» EXERCISE
Each line that holds the string "openjdk" counts once. Say how many such lines the entries have, giving the number only.

□ □ □

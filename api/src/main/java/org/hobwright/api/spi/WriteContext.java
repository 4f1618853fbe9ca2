package org.hobwright.api.spi;

import java.time.DateTimeException;
import java.time.LocalDate;
import java.util.Map;
import java.util.Optional;
import org.hobwright.api.ApiStatus;
import org.hobwright.api.internal.Checks;
import org.hobwright.api.job.HobJob;

/**
 * What a writer gets besides the cycle.
 *
 * @param job         the job the cycle was planned from
 * @param generatedOn the date (ISO 8601 calendar date, e.g. {@code 2026-12-01}) to print in headers;
 *                    injected so output is reproducible
 * @param toolVersion version of the program that wrote the files
 * @param resources   named texts a writer may need, e.g. {@link #DIALECT} → the dialect file's JSON
 */
@ApiStatus(since = "1.0")
public record WriteContext(HobJob job, String generatedOn, String toolVersion, Map<String, String> resources) {

    /** Resource key of the NC dialect text (JSON). */
    public static final String DIALECT = "dialect";

    /** Resource key of the dialect's name or file, for messages. */
    public static final String DIALECT_NAME = "dialect.name";

    /**
     * Resource key read by the report writer: {@code true} asks for the report also of a cycle with
     * errors, with its findings and without the parts that could not be computed.
     */
    @ApiStatus(since = "1.1")
    public static final String REPORT_WITH_ERRORS = "report.withErrors";

    /**
     * Checks the components: a value out of range throws {@link IllegalArgumentException} naming the field and the
     * value.
     *
     * @param job the job the cycle was planned from
     * @param generatedOn the date to print in headers
     * @param toolVersion version of the program that writes the files
     * @param resources named texts a writer may need
     */
    public WriteContext {
        Checks.present("job", job);
        Checks.text("generatedOn", generatedOn);
        if (!isoDate(generatedOn)) {
            throw new IllegalArgumentException("generatedOn must be an ISO 8601 date like 2026-12-01, was \""
                    + generatedOn + "\"");
        }
        Checks.text("toolVersion", toolVersion);
        resources = Map.copyOf(Checks.present("resources", resources));
    }

    /**
     * A context whose date is given as a date.
     *
     * @param job         the job the cycle was planned from
     * @param generatedOn the date to print in headers
     * @param toolVersion version of the program that writes the files
     * @param resources   named texts a writer may need
     * @return the context
     */
    @ApiStatus(since = "1.1")
    public static WriteContext of(HobJob job, LocalDate generatedOn, String toolVersion,
                                  Map<String, String> resources) {
        return new WriteContext(job, Checks.present("generatedOn", generatedOn).toString(), toolVersion, resources);
    }

    /**
     * A named resource, if present.
     *
     * @param key key
     * @return A named resource, if present
     */
    public Optional<String> resource(String key) {
        return Optional.ofNullable(resources.get(key));
    }

    /**
     * True for a calendar date written {@code YYYY-MM-DD}. Read digit by digit: the JDK's date
     * parser would load its formatter machinery and regular expressions into every run that writes.
     */
    private static boolean isoDate(String text) {
        if (text.length() != 10 || text.charAt(4) != '-' || text.charAt(7) != '-') {
            return false;
        }
        for (int i = 0; i < 10; i++) {
            if (i != 4 && i != 7 && (text.charAt(i) < '0' || text.charAt(i) > '9')) {
                return false;
            }
        }
        try {
            return LocalDate.of(Integer.parseInt(text, 0, 4, 10), Integer.parseInt(text, 5, 7, 10),
                    Integer.parseInt(text, 8, 10, 10)).toString().equals(text);
        } catch (DateTimeException e) {
            return false;
        }
    }
}
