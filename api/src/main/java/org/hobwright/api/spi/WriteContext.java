package org.hobwright.api.spi;

import java.time.DateTimeException;
import java.time.LocalDate;
import java.util.Map;
import java.util.Optional;
import org.hobwright.api.ApiStatus;
import org.hobwright.api.internal.Checks;
import org.hobwright.api.job.HobJob;

/**
 * What a writer gets besides the cycle.
 *
 * @param job         the job the cycle was planned from
 * @param generatedOn the date (ISO 8601 calendar date, e.g. {@code 2026-12-01}) to print in headers;
 *                    injected so output is reproducible
 * @param toolVersion version of the program that wrote the files
 * @param resources   named texts a writer may need, e.g. {@link #DIALECT} → the dialect file's JSON
 */
@ApiStatus(since = "1.0")
public record WriteContext(HobJob job, String generatedOn, String toolVersion, Map<String, String> resources) {

    /** Resource key of the NC dialect text (JSON). */
    public static final String DIALECT = "dialect";

    /** Resource key of the dialect's name or file, for messages. */
    public static final String DIALECT_NAME = "dialect.name";

    /**
     * Resource key read by the report writer: {@code true} asks for the report also of a cycle with
     * errors, with its findings and without the parts that could not be computed.
     */
    @ApiStatus(since = "1.1")
    public static final String REPORT_WITH_ERRORS = "report.withErrors";

    public WriteContext {
        Checks.present("job", job);
        Checks.text("generatedOn", generatedOn);
        try {
            if (!LocalDate.parse(generatedOn).toString().equals(generatedOn)) {
                throw new DateTimeException(generatedOn);
            }
        } catch (DateTimeException e) {
            throw new IllegalArgumentException("generatedOn must be an ISO 8601 date like 2026-12-01, was \""
                    + generatedOn + "\"", e);
        }
        Checks.text("toolVersion", toolVersion);
        resources = Map.copyOf(Checks.present("resources", resources));
    }

    /**
     * A context whose date is given as a date.
     *
     * @param job         the job the cycle was planned from
     * @param generatedOn the date to print in headers
     * @param toolVersion version of the program that writes the files
     * @param resources   named texts a writer may need
     * @return the context
     */
    @ApiStatus(since = "1.1")
    public static WriteContext of(HobJob job, LocalDate generatedOn, String toolVersion, Map<String, String> resources) {
        return new WriteContext(job, Checks.present("generatedOn", generatedOn).toString(), toolVersion, resources);
    }

    /** A named resource, if present. */
    public Optional<String> resource(String key) {
        return Optional.ofNullable(resources.get(key));
    }
}
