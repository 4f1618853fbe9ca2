package org.hobwright.api.spi;

import org.hobwright.api.ApiStatus;
import org.hobwright.api.check.FindingCode;
import org.hobwright.api.check.Severity;

/** Finding codes of the provider look-up ({@link Providers}); listed in {@code api/FINDINGS.md}. */
@ApiStatus(since = "1.1")
public enum SpiCode implements FindingCode {
    /** A provider failed to load, to state its version or to open a session; it was skipped. */
    SPI_PROVIDER_BROKEN("a provider could not be loaded, failed when asked for its version or could not open a"
            + " session; it was skipped"),
    /** A provider was built for another SPI version; it was skipped. */
    SPI_VERSION_MISMATCH("a provider was built for another SPI version; it was skipped"),
    /** A provider was built against a newer minor version of the api than the host's; it was skipped. */
    SPI_API_TOO_OLD("a provider was built against a newer minor api version than the host carries; it was skipped"),
    /** A provider was built against another major version of the api; it was skipped. */
    SPI_API_MAJOR_MISMATCH("a provider was built against another major api version; it was skipped");

    private final String meaning;

    SpiCode(String meaning) {
        this.meaning = meaning;
    }

    @Override
    public String code() {
        return name();
    }

    @Override
    public Severity severity() {
        return Severity.WARNING;
    }

    @Override
    public String meaning() {
        return meaning;
    }

    @Override
    public String source() {
        return "Hobwright SPI, api version rule (api/COMPATIBILITY.md)";
    }
}
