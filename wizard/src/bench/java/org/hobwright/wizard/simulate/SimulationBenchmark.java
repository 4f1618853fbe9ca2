package org.hobwright.wizard.simulate;

import java.util.concurrent.TimeUnit;
import org.openjdk.jmh.annotations.Benchmark;
import org.openjdk.jmh.annotations.BenchmarkMode;
import org.openjdk.jmh.annotations.Fork;
import org.openjdk.jmh.annotations.Measurement;
import org.openjdk.jmh.annotations.Mode;
import org.openjdk.jmh.annotations.OutputTimeUnit;
import org.openjdk.jmh.annotations.Scope;
import org.openjdk.jmh.annotations.State;
import org.openjdk.jmh.annotations.Threads;
import org.openjdk.jmh.annotations.Warmup;

/**
 * One tooth space of a 100-tooth gear at 1 µm resolution with a 12-gash single-start hob, both
 * flanks, cusps and the undercut check: the whole {@link GeneratingSimulation#run}. Spur m 1 on the
 * ISO 53 A rack, the same with the cuts off the space centre (no mirror reuse of the right flank),
 * and the same gear helical (β 20°). Target: under 20 ms per tooth space on one core.
 * Run with {@code mvn -B -pl wizard -am -Pbench -DskipTests verify -Dbench.args=SimulationBenchmark}.
 */
@State(Scope.Thread)
@BenchmarkMode(Mode.AverageTime)
@OutputTimeUnit(TimeUnit.MILLISECONDS)
@Warmup(iterations = 3, time = 2)
@Measurement(iterations = 5, time = 2)
@Fork(1)
@Threads(1)
public class SimulationBenchmark {
    private final GeneratingSetup spur = setup(0);
    private final GeneratingSetup helical = setup(Math.toRadians(20));
    private final GeneratingSetup offPhase = setup(0).withHob(1, 12, 0.3);

    private static GeneratingSetup setup(double beta) {
        double m = 1;
        int z = 100;
        double d = z * m / Math.cos(beta);
        return new GeneratingSetup(z, m, Math.toRadians(20), beta, 0, 1.25 * m, 0.38 * m, d + 2 * m, 1, 12, 0,
                GeneratingSimulation.RESOLUTION_MM);
    }

    /** Spur, 100 teeth, m 1, 12 gashes, 1 µm. */
    @Benchmark
    public ToothSpaceSimulation spur100Teeth() {
        return GeneratingSimulation.run(spur);
    }

    /** As {@link #spur100Teeth} with the cuts off the space centre: the two flanks differ and are both computed. */
    @Benchmark
    public ToothSpaceSimulation spur100TeethOffPhase() {
        return GeneratingSimulation.run(offPhase);
    }

    /** Helical β 20°, 100 teeth, m_n 1, 12 gashes, 1 µm. */
    @Benchmark
    public ToothSpaceSimulation helical100Teeth() {
        return GeneratingSimulation.run(helical);
    }
}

□ □ □

» RESULT OF THE EXERCISE
10